A stratified systematic sample of women who initiated a contraceptive method 12–18 months prior to data collection was selected retrospectively from facility registers. A total of 548 women was interviewed about their contraceptive use: 304 who began a short-acting method (pills, injectables) and 244 who began a long-acting method (intra-uterine devices, implants). Key characteristics of short-acting method versus long-acting method acceptors were compared using chi-square statistics for categorical data and t-tests for continuous data. Unadjusted and adjusted Cox proportional hazard ratios were estimated to assess factors associated with discontinuation.

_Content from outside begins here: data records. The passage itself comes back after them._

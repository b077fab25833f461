package identify

import (
	"math"
	"math/cmplx"

	"gainwright/tune/model"
	"gainwright/tune/trace"
)

// Welch estimates the frequency response at omega in rad/s from any record between
// two instants: pieces of the given length under a Hann window, half overlapping,
// their means taken out; G = ΣY·Ū/Σ|U|², and the coherence says how much of the
// speed the drive explains.
//
// Reference: P. D. Welch, IEEE Trans. Audio Electroacoust. 15 (1967) 70; the error
// of |G| is that of Periods, with nine elevenths of the half-overlapping pieces
// counting as independent (*from memory*).
func Welch(tr *trace.Trace, from, to, length float64, omega []float64) []FreqPoint {
	n := len(omega)
	uu, yy, yu := make([]float64, n), make([]float64, n), make([]complex128, n)
	pieces := 0.0
	for a := from; a+length <= to+1e-9; a += length / 2 {
		u, y, ok := hann(tr, a, length, omega)
		if !ok {
			continue
		}
		pieces++
		for k := range omega {
			uu[k] += real(u[k])*real(u[k]) + imag(u[k])*imag(u[k])
			yy[k] += real(y[k])*real(y[k]) + imag(y[k])*imag(y[k])
			yu[k] += y[k] * cmplx.Conj(u[k])
		}
	}
	out := make([]FreqPoint, n)
	free := math.Max(1, pieces*9/11)
	for k, w := range omega {
		out[k] = FreqPoint{Omega: w, Coherence: math.NaN()}
		if !(uu[k] > 0) || !(yy[k] > 0) {
			continue
		}
		out[k].G = yu[k] / complex(uu[k], 0)
		if pieces > 1 {
			c := (real(yu[k])*real(yu[k]) + imag(yu[k])*imag(yu[k])) / (yy[k] * uu[k])
			out[k].Coherence = math.Min(1, c)
			out[k].SD = cmplx.Abs(out[k].G) * math.Sqrt(math.Max(0, 1-c)/(2*free*math.Max(c, 1e-9)))
		}
	}
	return out
}

// hann transforms one piece.
func hann(tr *trace.Trace, from, length float64, omega []float64) (u, y []complex128, ok bool) {
	type one struct{ t, h, v, s, w float64 }
	var list []one
	var mv, ms, sum float64
	for i := 1; i < tr.Len(); i++ {
		h := tr.Time[i] - tr.Time[i-1]
		mid := tr.Time[i] - h/2 // of the time that the voltage was applied
		if mid < from || mid > from+length {
			continue
		}
		v := tr.Voltage[i]
		if tr.Hold == trace.From {
			v = tr.Voltage[i-1]
		}
		w := h * (0.5 - 0.5*math.Cos(2*math.Pi*(mid-from)/length))
		list = append(list, one{mid, h, v, (tr.Speed[i] + tr.Speed[i-1]) / 2, w})
		mv, ms, sum = mv+w*v, ms+w*list[len(list)-1].s, sum+w
	}
	if len(list) < 16 {
		return nil, nil, false
	}
	u, y = make([]complex128, len(omega)), make([]complex128, len(omega))
	for k, w := range omega {
		for _, x := range list {
			e := cmplx.Exp(complex(0, -w*x.t)) * complex(x.w, 0)
			u[k] += e * complex((x.v-mv/sum)*sinc(w*x.h/2), 0)
			// The mean of two samples and the speed window, divided out.
			y[k] += e * complex((x.s-ms/sum)/(math.Cos(w*x.h/2)*sinc(w*tr.Window/2)), 0) * cmplx.Exp(complex(0, w*tr.Window/2))
		}
	}
	return u, y, true
}

// Peak is a place where the response stands out above a smooth model.
type Peak struct {
	Omega float64 // rad/s
	Ratio float64 // |G| over the model's
}

// Bounds of a peak (our choice).
const (
	peakRatio  = 1.25
	peakSigmas = 4.0
)

// Peaks lists local maxima of |G| over that of m that are more than a quarter above
// it and above both neighbours, by more than chance.
func Peaks(points []FreqPoint, m model.Linear) []Peak {
	ratio := func(i int) (r, sd float64) {
		g := cmplx.Abs(m.At(points[i].Omega))
		return cmplx.Abs(points[i].G) / g, points[i].SD / g
	}
	var out []Peak
	for i := range points {
		r, sd := ratio(i)
		if !(r-peakSigmas*sd > 1) || r < peakRatio {
			continue
		}
		top := true
		for _, k := range []int{i - 1, i + 1} {
			if k >= 0 && k < len(points) {
				n, _ := ratio(k)
				top = top && r > n
			}
		}
		if top {
			out = append(out, Peak{points[i].Omega, r})
		}
	}
	return out
}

At 12 months, 81.6% women reported using their baseline contraceptive method continuously, with more long-acting than short-acting contraceptive acceptors (86.1% versus 78.0%, p = .02) continuing contraceptive use. Use of a short-acting method (Hazard ratio (HR) 1.74 [95%CI 1.13–2.67]) and desiring a child within two years (HR 2.58 [95%CI 1.45–4.54]) were associated with discontinuation within the first 12 months of use. The vast majority (88.3%) of women reported no prior contraceptive use.
This is the first study of contraceptive continuation in a humanitarian setting. The high percentages of women continuing contraceptive use found here demonstrates that women will choose to initiate and continue use of their desired contraceptive method, even in a difficult, unstable and low contraceptive prevalence setting like North Kivu.